#### THE RECORDS
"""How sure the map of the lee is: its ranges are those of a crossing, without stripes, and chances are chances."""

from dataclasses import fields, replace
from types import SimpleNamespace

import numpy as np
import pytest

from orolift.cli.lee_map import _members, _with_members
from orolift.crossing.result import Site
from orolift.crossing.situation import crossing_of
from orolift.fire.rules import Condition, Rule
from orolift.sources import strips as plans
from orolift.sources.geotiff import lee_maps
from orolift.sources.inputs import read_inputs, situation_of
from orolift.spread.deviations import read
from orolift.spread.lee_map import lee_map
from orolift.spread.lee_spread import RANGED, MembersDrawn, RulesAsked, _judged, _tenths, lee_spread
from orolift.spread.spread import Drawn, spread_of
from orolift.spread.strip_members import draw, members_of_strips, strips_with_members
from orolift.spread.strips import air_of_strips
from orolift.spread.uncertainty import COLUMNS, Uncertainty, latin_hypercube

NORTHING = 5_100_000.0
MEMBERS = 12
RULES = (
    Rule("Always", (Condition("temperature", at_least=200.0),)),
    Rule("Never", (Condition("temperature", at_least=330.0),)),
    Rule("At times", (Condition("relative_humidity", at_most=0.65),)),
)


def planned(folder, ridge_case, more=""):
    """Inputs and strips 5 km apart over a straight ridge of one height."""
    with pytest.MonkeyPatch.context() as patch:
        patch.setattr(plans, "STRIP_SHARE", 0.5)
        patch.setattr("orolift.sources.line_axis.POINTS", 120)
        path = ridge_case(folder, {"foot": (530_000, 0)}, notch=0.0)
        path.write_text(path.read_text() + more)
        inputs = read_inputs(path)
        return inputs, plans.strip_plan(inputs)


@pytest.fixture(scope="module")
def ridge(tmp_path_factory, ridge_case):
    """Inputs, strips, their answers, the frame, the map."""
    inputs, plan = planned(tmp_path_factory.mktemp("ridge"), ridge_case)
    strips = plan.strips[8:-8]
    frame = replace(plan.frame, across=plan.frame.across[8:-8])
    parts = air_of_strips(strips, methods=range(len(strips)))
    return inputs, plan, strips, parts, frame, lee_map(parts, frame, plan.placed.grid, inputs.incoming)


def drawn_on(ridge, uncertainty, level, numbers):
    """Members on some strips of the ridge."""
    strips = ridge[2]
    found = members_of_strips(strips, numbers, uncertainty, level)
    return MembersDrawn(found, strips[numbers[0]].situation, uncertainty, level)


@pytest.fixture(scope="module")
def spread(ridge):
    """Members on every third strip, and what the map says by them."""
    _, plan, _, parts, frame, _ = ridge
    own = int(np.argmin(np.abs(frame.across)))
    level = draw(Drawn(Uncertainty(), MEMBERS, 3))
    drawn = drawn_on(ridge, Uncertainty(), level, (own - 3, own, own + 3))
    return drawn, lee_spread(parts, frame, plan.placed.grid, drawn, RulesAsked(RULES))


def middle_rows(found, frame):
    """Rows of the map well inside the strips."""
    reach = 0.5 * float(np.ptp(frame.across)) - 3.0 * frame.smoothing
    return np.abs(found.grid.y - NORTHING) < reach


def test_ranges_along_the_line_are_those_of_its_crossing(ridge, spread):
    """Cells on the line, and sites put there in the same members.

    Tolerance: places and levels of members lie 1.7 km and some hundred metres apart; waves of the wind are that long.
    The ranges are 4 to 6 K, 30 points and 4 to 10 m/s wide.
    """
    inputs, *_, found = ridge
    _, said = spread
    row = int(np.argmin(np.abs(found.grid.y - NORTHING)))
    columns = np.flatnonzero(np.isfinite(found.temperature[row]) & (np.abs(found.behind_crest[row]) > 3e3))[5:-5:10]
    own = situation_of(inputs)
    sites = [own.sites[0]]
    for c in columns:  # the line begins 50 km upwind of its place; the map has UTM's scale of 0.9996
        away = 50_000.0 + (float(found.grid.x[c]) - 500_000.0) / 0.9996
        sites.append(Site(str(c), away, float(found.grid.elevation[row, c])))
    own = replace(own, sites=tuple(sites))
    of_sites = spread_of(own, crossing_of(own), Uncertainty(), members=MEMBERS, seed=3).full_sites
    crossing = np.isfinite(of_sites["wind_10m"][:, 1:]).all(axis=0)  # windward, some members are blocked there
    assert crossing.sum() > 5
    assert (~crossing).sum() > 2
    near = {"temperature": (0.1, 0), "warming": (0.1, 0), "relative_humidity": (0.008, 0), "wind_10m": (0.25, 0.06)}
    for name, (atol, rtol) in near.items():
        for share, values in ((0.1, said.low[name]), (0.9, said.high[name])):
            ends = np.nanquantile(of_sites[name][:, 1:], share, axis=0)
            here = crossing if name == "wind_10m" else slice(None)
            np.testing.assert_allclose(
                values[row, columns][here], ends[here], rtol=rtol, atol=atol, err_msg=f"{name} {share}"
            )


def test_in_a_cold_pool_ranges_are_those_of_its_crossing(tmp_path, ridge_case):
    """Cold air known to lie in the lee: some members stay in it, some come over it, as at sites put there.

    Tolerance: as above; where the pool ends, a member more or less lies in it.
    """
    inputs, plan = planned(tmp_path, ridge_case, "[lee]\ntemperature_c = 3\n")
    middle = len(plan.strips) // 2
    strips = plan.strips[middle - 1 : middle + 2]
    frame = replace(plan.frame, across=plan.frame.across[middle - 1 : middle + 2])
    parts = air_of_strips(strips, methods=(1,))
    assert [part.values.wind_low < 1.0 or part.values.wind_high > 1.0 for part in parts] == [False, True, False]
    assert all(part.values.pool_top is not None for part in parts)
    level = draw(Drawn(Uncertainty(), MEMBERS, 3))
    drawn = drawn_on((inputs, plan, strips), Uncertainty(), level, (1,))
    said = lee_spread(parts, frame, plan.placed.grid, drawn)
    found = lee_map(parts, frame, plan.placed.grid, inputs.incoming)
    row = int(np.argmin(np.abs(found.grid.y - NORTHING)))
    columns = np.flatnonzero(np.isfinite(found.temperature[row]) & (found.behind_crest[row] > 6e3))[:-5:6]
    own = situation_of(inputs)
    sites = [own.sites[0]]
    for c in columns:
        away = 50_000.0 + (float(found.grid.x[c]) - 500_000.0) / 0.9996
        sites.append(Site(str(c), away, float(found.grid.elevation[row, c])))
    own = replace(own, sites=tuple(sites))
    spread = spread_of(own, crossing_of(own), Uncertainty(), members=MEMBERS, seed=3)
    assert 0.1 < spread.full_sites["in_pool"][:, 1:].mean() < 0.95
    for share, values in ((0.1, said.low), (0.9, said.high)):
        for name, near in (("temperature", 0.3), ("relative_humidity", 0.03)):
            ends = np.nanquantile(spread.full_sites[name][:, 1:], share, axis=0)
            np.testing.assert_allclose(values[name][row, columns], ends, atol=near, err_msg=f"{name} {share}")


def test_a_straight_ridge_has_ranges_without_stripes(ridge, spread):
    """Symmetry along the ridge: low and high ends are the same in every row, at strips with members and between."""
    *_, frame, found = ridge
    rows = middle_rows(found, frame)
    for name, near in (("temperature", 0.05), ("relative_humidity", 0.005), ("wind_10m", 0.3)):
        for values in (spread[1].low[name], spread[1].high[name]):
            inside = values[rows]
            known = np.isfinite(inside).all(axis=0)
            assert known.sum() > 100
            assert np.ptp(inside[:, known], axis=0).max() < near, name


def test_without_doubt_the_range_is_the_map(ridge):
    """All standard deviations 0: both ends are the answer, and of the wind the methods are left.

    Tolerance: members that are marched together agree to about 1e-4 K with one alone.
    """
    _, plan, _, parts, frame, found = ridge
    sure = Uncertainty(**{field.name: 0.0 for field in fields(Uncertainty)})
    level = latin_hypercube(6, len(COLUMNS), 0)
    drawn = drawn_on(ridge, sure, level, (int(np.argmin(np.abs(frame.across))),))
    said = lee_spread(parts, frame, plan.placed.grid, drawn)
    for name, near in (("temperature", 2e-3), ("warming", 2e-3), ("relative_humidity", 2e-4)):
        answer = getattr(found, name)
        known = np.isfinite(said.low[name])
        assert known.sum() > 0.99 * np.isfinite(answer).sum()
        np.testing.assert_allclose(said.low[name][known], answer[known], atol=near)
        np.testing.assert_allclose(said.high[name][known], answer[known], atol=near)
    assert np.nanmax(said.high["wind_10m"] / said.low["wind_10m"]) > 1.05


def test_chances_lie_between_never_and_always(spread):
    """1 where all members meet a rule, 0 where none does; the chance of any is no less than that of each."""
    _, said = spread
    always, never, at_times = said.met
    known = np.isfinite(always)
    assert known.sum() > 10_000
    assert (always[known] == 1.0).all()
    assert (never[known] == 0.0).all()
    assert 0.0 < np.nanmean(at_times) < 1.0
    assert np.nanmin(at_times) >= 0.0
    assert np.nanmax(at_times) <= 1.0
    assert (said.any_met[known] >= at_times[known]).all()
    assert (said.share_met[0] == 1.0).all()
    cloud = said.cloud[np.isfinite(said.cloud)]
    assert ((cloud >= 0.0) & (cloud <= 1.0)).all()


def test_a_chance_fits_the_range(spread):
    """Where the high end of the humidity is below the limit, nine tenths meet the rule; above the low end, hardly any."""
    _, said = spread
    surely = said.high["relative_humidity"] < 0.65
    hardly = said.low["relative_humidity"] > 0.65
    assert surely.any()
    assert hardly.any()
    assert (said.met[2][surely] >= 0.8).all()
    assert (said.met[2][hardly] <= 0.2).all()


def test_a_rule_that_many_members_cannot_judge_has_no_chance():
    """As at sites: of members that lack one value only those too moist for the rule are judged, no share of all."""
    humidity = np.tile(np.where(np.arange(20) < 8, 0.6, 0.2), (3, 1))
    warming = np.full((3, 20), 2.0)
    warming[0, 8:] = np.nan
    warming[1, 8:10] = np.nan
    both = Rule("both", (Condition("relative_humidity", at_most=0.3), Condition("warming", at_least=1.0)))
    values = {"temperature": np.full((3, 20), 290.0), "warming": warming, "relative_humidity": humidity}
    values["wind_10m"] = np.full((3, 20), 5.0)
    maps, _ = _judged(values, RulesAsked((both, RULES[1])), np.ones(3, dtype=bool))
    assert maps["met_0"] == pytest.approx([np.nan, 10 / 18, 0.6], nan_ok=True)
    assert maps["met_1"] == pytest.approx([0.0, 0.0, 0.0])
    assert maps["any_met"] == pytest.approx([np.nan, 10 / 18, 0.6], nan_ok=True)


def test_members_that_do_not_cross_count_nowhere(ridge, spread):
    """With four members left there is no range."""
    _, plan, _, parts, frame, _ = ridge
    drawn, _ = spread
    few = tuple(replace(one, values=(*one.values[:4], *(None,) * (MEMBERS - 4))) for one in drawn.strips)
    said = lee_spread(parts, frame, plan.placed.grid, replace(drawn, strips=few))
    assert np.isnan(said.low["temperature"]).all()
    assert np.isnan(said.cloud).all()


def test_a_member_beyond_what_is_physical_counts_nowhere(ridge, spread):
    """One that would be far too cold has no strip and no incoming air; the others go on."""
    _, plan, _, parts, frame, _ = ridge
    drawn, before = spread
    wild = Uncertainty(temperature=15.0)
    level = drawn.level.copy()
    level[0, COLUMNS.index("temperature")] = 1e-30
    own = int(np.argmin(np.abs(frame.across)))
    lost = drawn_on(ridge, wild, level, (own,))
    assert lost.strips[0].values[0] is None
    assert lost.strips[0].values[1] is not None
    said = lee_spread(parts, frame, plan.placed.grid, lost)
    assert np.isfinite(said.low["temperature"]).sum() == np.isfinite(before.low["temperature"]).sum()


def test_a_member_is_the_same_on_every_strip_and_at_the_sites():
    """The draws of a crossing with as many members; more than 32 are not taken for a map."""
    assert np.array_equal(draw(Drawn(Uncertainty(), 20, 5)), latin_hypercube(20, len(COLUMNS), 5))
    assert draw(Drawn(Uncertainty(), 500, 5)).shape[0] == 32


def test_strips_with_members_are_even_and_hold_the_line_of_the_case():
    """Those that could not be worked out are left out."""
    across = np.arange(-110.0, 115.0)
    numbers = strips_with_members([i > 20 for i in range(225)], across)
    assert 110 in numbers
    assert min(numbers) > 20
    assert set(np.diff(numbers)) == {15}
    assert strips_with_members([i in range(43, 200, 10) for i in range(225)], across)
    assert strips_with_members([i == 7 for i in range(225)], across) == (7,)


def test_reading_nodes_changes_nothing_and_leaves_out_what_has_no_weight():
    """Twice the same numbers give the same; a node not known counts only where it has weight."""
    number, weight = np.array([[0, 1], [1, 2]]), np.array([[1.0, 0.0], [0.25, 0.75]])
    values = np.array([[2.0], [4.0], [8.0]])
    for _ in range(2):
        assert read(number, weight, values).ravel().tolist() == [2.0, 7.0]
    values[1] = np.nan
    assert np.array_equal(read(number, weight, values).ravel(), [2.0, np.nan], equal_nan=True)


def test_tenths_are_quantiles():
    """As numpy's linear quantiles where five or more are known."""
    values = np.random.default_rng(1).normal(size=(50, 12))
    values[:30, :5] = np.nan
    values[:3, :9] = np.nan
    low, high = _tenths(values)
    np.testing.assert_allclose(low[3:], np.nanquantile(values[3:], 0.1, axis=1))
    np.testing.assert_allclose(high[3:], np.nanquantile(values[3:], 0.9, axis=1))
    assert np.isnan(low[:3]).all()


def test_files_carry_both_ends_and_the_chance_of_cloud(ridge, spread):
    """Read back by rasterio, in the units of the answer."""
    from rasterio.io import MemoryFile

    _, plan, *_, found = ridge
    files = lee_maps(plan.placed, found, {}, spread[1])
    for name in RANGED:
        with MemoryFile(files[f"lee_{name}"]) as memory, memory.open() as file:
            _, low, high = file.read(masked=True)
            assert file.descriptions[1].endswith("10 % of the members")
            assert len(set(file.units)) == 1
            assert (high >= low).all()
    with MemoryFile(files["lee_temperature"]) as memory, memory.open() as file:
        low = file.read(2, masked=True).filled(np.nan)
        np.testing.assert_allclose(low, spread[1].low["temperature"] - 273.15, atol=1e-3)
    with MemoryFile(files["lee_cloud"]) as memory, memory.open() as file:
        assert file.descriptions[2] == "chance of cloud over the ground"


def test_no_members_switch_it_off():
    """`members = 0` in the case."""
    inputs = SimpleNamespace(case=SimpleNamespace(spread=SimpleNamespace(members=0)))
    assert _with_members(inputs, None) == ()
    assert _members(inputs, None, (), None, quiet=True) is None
########
▶ GOAL OF THE EXERCISE
Pick out and copy the lines of the material that include the word "pytest".

▶ EXPECTED ANSWER
import pytest
    with pytest.MonkeyPatch.context() as patch:
@pytest.fixture(scope="module")
@pytest.fixture(scope="module")
    assert maps["met_0"] == pytest.approx([np.nan, 10 / 18, 0.6], nan_ok=True)
    assert maps["met_1"] == pytest.approx([0.0, 0.0, 0.0])
    assert maps["any_met"] == pytest.approx([np.nan, 10 / 18, 0.6], nan_ok=True)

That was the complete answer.